Book Review: The Outsider, by Stephen King

220px-The_Outsider_by_Stephen_KingHey everybody! How’s it going? I thought I’d post another book review.

A while back, I read The Outsider, by Stephen King. We all know Stephen King. He writes very scary stories. Lots of people get killed in his books, as he generally dabbles in horror. Frightening, supernatural, horrifying things happen and it’s very scary. A lot of his books get translated into films. This never, ever works, except for a few exceptions. Last year’s film ‘It’ was pretty good, because clowns are scary and the kid from Stranger Things was in it, wearing glasses. Eleven! Also, two of his novels, The Shawshank Redemption and The Green Mile, were both brilliant films. It’s odd, because these were not horror stories. They were prison dramas. Uh… write what you… know?

Anyway, back to The Outsider. I have often thought that Stephen King is a better storyteller than he is a writer, as much as I have greatly enjoyed his work over the years. In my opinion, The Outsider is an example of this. I’m not saying he phoned this one in, but it just does not really rise to the level of horror and terror that he has easily mastered. Also, the scary stuff, in any story, is how the main characters react to the terrible events going on around them, and in The Outsider, everybody is just kind of standing around. Don’t get me wrong, the characters are compelling and well-written, but, by and large, the dialogue is a bit bland, and everyone seems okay, and a little too easily accepting, of the presence of a terrifying supernatural entity. Granted, I’ve never been in the presence of a terrifying, supernatural entity, so maybe some people are just okay with it. Me? I’d crap my pants.

Anyway, the first part of the book is mostly a police/crime tale, with a detective trying to solve an unusual murder, the gruesome killing of a child. Hey, Steve goes there. That’s what he does. The rest of the book consists of the characters, who are antagonized by a paint-by-the-numbers bent detective, eventually discovering that the real menace is a mysterious creature called The Outsider, a sort of bizarre shape-shifting thing from you-never-find-out, who sometimes has straws for eyes (?), can heal cancer, exudes some sort of oil, and can speak very eloquently and matter of factly.

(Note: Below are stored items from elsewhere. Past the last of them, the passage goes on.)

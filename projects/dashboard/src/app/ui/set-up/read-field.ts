import { code, packageCode } from '#shared/contracts/fields';
import { isDate } from '#shared/domain/calendar';
import { parseAmount } from '../parse-amount';
import { type Field, textOf, type Typed } from './field';

/** An amount typed as money, in minor units. Call it on what `wrongIn` found right. */
export function centsOf(typed: Typed, key: string): number {
  return known(parseAmount(textOf(typed, key)), key);
}

/** An amount that may be left out. */
export function centsOrNull(typed: Typed, key: string): number | null {
  return textOf(typed, key) === '' ? null : centsOf(typed, key);
}

/** Per cent typed, as a share of at most six decimals. */
export function shareOf(typed: Typed, key: string): number {
  return known(parseShare(textOf(typed, key)), key);
}

/** A share that may be left out. */
export function shareOrNull(typed: Typed, key: string): number | null {
  return textOf(typed, key) === '' ? null : shareOf(typed, key);
}

/** A number typed with a point or a comma; nothing where it is none. */
export function numberOf(typed: Typed, key: string): number | undefined {
  return parseDecimal(textOf(typed, key));
}

/** A whole number that `wrongIn` found right. */
export function wholeOf(typed: Typed, key: string): number {
  return known(parseDecimal(textOf(typed, key)), key);
}

/** The codes chosen among several. */
export function codesOf(typed: Typed, key: string): string[] {
  return textOf(typed, key).split(' ').filter(Boolean);
}

/** A share as per cent to type: 0.085 → "8.5"; nothing where there is none. */
export function shareToType(share: number | null | undefined): string {
  return share === null || share === undefined ? '' : String(Number((share * 100).toFixed(4)));
}

/** What is wrong with what stands in a field, in a sentence that says how to write it; nothing where it is right. */
export function wrongIn(field: Field, typed: Typed): string | undefined {
  const text = textOf(typed, field.key);
  if (field.shownIf && !field.shownIf(typed)) return undefined;
  if (text === '') return field.need === 'optional' ? undefined : missing(field);
  if (field.taken?.includes(text)) return `${text} is taken already; change it on its own page.`;
  switch (field.kind) {
    case 'code':
      return told(code.safeParse(text));
    case 'packageCode':
      return told(packageCode.safeParse(text));
    case 'money':
      return parseAmount(text) === undefined ? 'Write the amount as 48 or 48.50.' : undefined;
    case 'percent':
      return parseShare(text) === undefined ? 'Write it as 8 or 8.5, 0 to 100.' : undefined;
    case 'decimal':
      return parseDecimal(text) === undefined ? 'Write a number as 9 or 9.5.' : undefined;
    case 'whole':
      return /^\d{1,7}$/.test(text) ? undefined : 'Write a whole number, as 4200.';
    case 'date':
      return isDate(text) ? undefined : 'Choose a day.';
    case 'newPassword':
      return text.length < 12 ? 'At least 12 characters.' : undefined;
    default:
      return undefined;
  }
}

function told(parsed: ReturnType<typeof code.safeParse>): string | undefined {
  const message = parsed.error?.issues[0]?.message;
  return message && `${message.charAt(0).toUpperCase()}${message.slice(1)}.`;
}

function missing({ kind, label }: Field): string {
  if (kind === 'choice' || kind === 'several') return 'Choose one.';
  return kind === 'date' ? 'Choose a day.' : `${label.split(',', 1)[0]} is needed.`;
}

function parseShare(text: string): number | undefined {
  const percent = parseDecimal(text.replace(/\s*%$/, ''));
  if (percent === undefined || percent < 0 || percent > 100) return undefined;
  return /[.,]\d{5,}/.test(text) ? undefined : Number((percent / 100).toFixed(6));
}

function parseDecimal(text: string): number | undefined {
  const match = /^([-\u2212]?)(\d{1,6})(?:[.,](\d{1,6}))?$/.exec(text.replace(/[\s\u202f]/g, ''));
  if (!match) return undefined;
  const [, minus = '', whole = '', part = '0'] = match;
  return (minus ? -1 : 1) * Number(`${whole}.${part}`);
}

function known<Value>(value: Value | undefined, key: string): Value {
  if (value === undefined) throw new Error(`${key} was not checked before it was read`);
  return value;
}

It’s a good read, but not one of Mr. King’s masterpieces. Like I said, the main characters are remarkably insouciant, given the circumstances. And the eponymous antagonist is so under-explained, you are left wondering exactly what kind of evil King was trying to convey. I noticed some references to situations and events from other King novels; that was kind of neat. The Stephen King-o-verse!

Most of the action takes place in that hotbed of supernatural terror, the state of Oklahoma. Not sure when King got tired of Maine, but there you go.

So, it’s a good book, just not one of his stronger reads. I did not dislike it, by any means, it was just a tad flat.

Anyway, just my opinion. Feel free to tell me your thoughts, or if I’m wrong. Thanks, everybody!